Anecdote after anecdote of successful entrepreneurs who began from positions not dissimilar to his own, and nevertheless went on to attain massive fortunes in the market, were adduced. The customer was of the opinion that one’s educational attainment, familial connections, and/or brute luck were simply immaterial to success under capitalism; a positive mental attitude and solid work ethic are all that’s necessary. I asked what the man’s current employment status was, in an effort to see if I could push back against some of these fantasies. He responded that he’s currently involved in construction labor, but aspired to becoming a haute bourgeois (not his words). After gathering this information, I attempted to see if I could prompt the man to evaluate matters from a strictly class perspective, but it was to no avail. Every piece of counter-evidence I cited was met with another bromide. His immediate material interests would simply not take priority over his dreams of wealth and status. I could have approached the issue from an ethical standpoint, to see if it would yield superior results, but I had neither the time nor inclination to do so.

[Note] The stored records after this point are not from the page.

"""The orbit test of the list engine (:mod:`covertree.gluing.orbits`) against
a brute-force orbit: for every connected matching the engine reaches on a few
small strata, the word is compared with the words of its images under every
element of the group ``G`` of the choice (twins permuted, each piece moved by
its deck group), listed in full."""

from __future__ import annotations

from itertools import permutations, product

import pytest

from covertree.gluing.covers import _Matcher, balanced_choices
from covertree.graphs.notation import parse_graph
from covertree.hurwitz.problem import HurwitzProblem
from covertree.monodromy.local import special_points


def _group(test):
    """Every ``h`` of ``G`` as a map of ports, through the piece maps."""
    classes = sorted({tuple(c) for c in test.classes})
    for perms in product(*(permutations(c) for c in classes)):
        image = {a: b for c, p in zip(classes, perms) for a, b in zip(c, p)}
        for acts in product(*(test.actions[j] for j in range(len(test.classes)))):
            yield image, acts


def _word(test, partner, image, acts):
    """The word of ``h^-1 M h``: letter ``h^-1(M(h(x)))`` per position ``x``."""
    inverse = {b: a for a, b in image.items()}
    letters = []
    for j, p, c in test.positions:
        k, q, d = partner[(image[j], p, acts[j][0][(p, c)])]
        source = inverse[k]
        letters.append((source, acts[source][1][(q, d)]))
    return letters


def _brute_has_lesser(test, partner) -> bool:
    own = [(partner[x][0], partner[x][2]) for x in test.positions]
    return any(_word(test, partner, image, acts) < own for image, acts in _group(test))


@pytest.mark.parametrize("text, degree", [
    ("g0{1}, g0{2} | 0-1^2", 4),
    ("g0, g0{1,2} | 0-0, 0-1", 4),
    ("g0{1,2}, g1 | 0-1", 4),
])
def test_orbit_test_matches_brute_force(text, degree):
    base = parse_graph(text)
    profiles = [tuple(p) for p in HurwitzProblem.build(degree, 1, genus=2).profiles]
    specs = special_points(base)
    checked = lesser = 0
    for choice in balanced_choices(base, degree, profiles):
        m = _Matcher(base, specs, choice)
        for partner in m.matchings():
            if m.connected():
                expected = _brute_has_lesser(m.orbit_test, dict(partner))
                assert m.orbit_test.has_lesser(partner) == expected
                checked += 1
                lesser += expected
    assert checked > lesser > 0


def _connected_matchings(text, degree):
    """(orbit test, matching) for every connected matching of a small stratum."""
    base = parse_graph(text)
    profiles = [tuple(p) for p in HurwitzProblem.build(degree, 1, genus=2).profiles]
    specs = special_points(base)
    for choice in balanced_choices(base, degree, profiles):
        m = _Matcher(base, specs, choice)
        for partner in m.matchings():
            if m.connected():
                yield m.orbit_test, dict(partner)


def test_no_prefix_of_a_least_word_is_proved_lesser():
    # a partial matching answers yes only when every completion has a lesser
    # word in its orbit; a least word is such a completion of each of its prefixes
    least = proved = 0
    for test, partner in _connected_matchings("g0{1}, g0{2} | 0-1^2", 4):
        if _brute_has_lesser(test, partner):
            continue
        least += 1
        for s in range(len(test.positions)):
            prefix = {x: partner[x] for x in test.positions[:s]}
            assert test.has_lesser(prefix) is False
            proved += 1
    assert least > 0 and proved > least


class _Counting:
    """Count the letters one unlimited search compares."""

    def __init__(self, test):
        self.test, self.letters = test, 0
        self._letter = test._letter

    def __enter__(self):
        def counted(*args):
            self.letters += 1
            return self._letter(*args)
        self.test._letter = counted
        return self

    def __exit__(self, *exc):
        del self.test._letter


def test_budget_is_the_number_of_letters_and_the_test_can_be_asked_again():
    gave_up = 0
    for test, partner in _connected_matchings("g0, g0{1,2} | 0-0, 0-1", 4):
        expected = _brute_has_lesser(test, partner)
        with _Counting(test) as count:
            assert test.has_lesser(partner) == expected
        letters = count.letters
        assert letters >= 1
        assert test.has_lesser(partner, letters) == expected  # exactly enough
        assert test.has_lesser(partner, letters - 1) is None  # one letter short
        gave_up += 1
        # after giving up mid-search the test is as new
        assert test.has_lesser(partner) == expected
    assert gave_up > 0


def _count_by_hand(base, degree, profiles):
    """(matchings, connected ones, those not least in their orbit, choices with
    a connected matching), counted over the engine's choices with the
    brute-force orbit."""
    specs = special_points(base)
    matchings = connected = lesser = choices = 0
    for choice in balanced_choices(base, degree, profiles):
        m = _Matcher(base, specs, choice)
        any_connected = False
        for partner in m.matchings():
            matchings += 1
            if m.connected():
                connected += 1
                any_connected = True
                lesser += _brute_has_lesser(m.orbit_test, dict(partner))
        choices += any_connected
    return matchings, connected, lesser, choices


@pytest.mark.parametrize("text", ["g0, g0{1,2} | 0-0, 0-1", "g0{1}, g0{2} | 0-1^2"])
def test_stats_count_the_work(monkeypatch, text):
    import covertree.gluing.covers as covers

    base = parse_graph(text)
    profiles = [tuple(p) for p in HurwitzProblem.build(4, 1, genus=2).profiles]
    matchings, connected, lesser, choices = _count_by_hand(base, 4, profiles)
    assert connected > lesser > 0 and choices > 1
    stats = covers.GluingStats()
    found = len(list(covers.glued_covers(base, 4, profiles, stats=stats)))
    assert (stats.matchings, stats.rejected, stats.codes, stats.untested) == (
        matchings, lesser, connected - lesser, 0)
    assert stats.covers == found
    # with no budget at all every choice gives up at its first connected matching
    monkeypatch.setattr(covers, "ORBIT_TEST_BUDGET", 0)
    stats = covers.GluingStats()
    assert len(list(covers.glued_covers(base, 4, profiles, stats=stats))) == found
    assert (stats.matchings, stats.rejected, stats.codes, stats.untested) == (
        matchings, 0, connected, choices)
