def local_to_dict(local: LocalStructure) -> dict:
    """The ``LOCAL`` object of the JSON shape."""
    stable = None
    if local.stable_nodes is not None:
        stable = [{"edge": n.edge, "ends": list(n.ends), "order": n.order, "type": n.type}
                  for n in local.stable_nodes]
    return {
        "nodes": [{"edge": n.edge, "indices": list(n.indices), "lcm": n.lcm, "branches": n.branches}
                  for n in local.nodes],
        "branches": local.branches,
        "source_edge_indices": list(local.source_indices),
        "stable_nodes": stable,
    }


def local_cells(local: LocalStructure) -> tuple[str, str, str, int, str, str]:
    """The local-structure cells of a CSV row (see the module docstring)."""
    stable = local.stable_nodes or ()
    return (
        ";".join(",".join(map(str, n.indices)) for n in local.nodes),
        ";".join(str(n.lcm) for n in local.nodes),
        ";".join(str(n.branches) for n in local.nodes),
        local.branches,
        ";".join(str(n.order) for n in stable),
        ";".join(n.type or "" for n in stable),
    )


def cover_to_dict(cover: Cover) -> dict:
    """The ``COVER`` object of the JSON shape."""
    return {
        "edge_profiles": [list(p) for p in cover.edge_profiles],
        "source": cover.source.to_dict(),
        "stable_source": cover.stable_source.to_dict(),
        "automorphisms": cover.automorphisms,
        "multiplicity": cover.multiplicity,
        "weight": rational_str(cover.weight),
        "stable_codim": cover.stable_source.codim,
        "stable_name": cover.stable_source_name,
        "local_structure": local_to_dict(local_structure(cover)),
    }


def stratum_to_dict(result: StratumResult, grouped: bool = False) -> dict:
    """One entry of ``"strata"`` (grouped form: see the module docstring)."""
    extra = {}
    if grouped:
        groups = group_covers(result)
        covers = [{**cover_to_dict(g.cover), "count": g.count, "cover_numbers": list(g.numbers),
                   "group_weight": rational_str(g.total_weight)} for g in groups]
        extra = {"grouped": True, "n_groups": len(groups)}
    else:
        covers = [cover_to_dict(c) for c in result.covers]
    return {
        "base": result.base.graph.to_dict(),
        "codim": result.base.graph.codim,
        "orbit_size": result.base.orbit_size,
        "covers": covers,
        "total_weight": rational_str(result.total_weight),
        "by_source": [
            {"stable_source": g.to_dict(), "weight": rational_str(w)} for g, w in result.by_source()
        ],
        "hurwitz_number": rational_str(result.hurwitz_number),
        "identity": result.identity_holds,
        "n_covers": len(result.covers),
        **extra,
    }


def problem_to_dict(problem, codim: int) -> dict:
    """The ``"problem"`` object; ``"contracted_source"`` is true when the
    source has no moduli space (genus 1 without marks, genus 0 with at most
    two), so that ``stable_source`` holds the contracted source."""
    return {**problem.to_dict(), "codim": codim, "contracted_source": not problem.has_source_space}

I’m certain the lumpenproletarian environment he was reared in, as well as his peculiar personality, account for much of the man’s inability to evaluate these subjects rationally, but it would be a mistake to ignore the significance of bourgeois ideology here. The brilliance of the latter lies in its astonishing ability to effectively persuade the toiling masses that they can extricate themselves from the indignity of wage labor through tireless effort alone. There are enough rags to riches tales circulating in our society to render the myth of capitalism’s meritocractic class hierarchy plausible to many, causing working people to utterly ignore the exploitation and alienation they endure on a daily basis, in the naive hope they too can one day climb to a position of relative authority and wealth.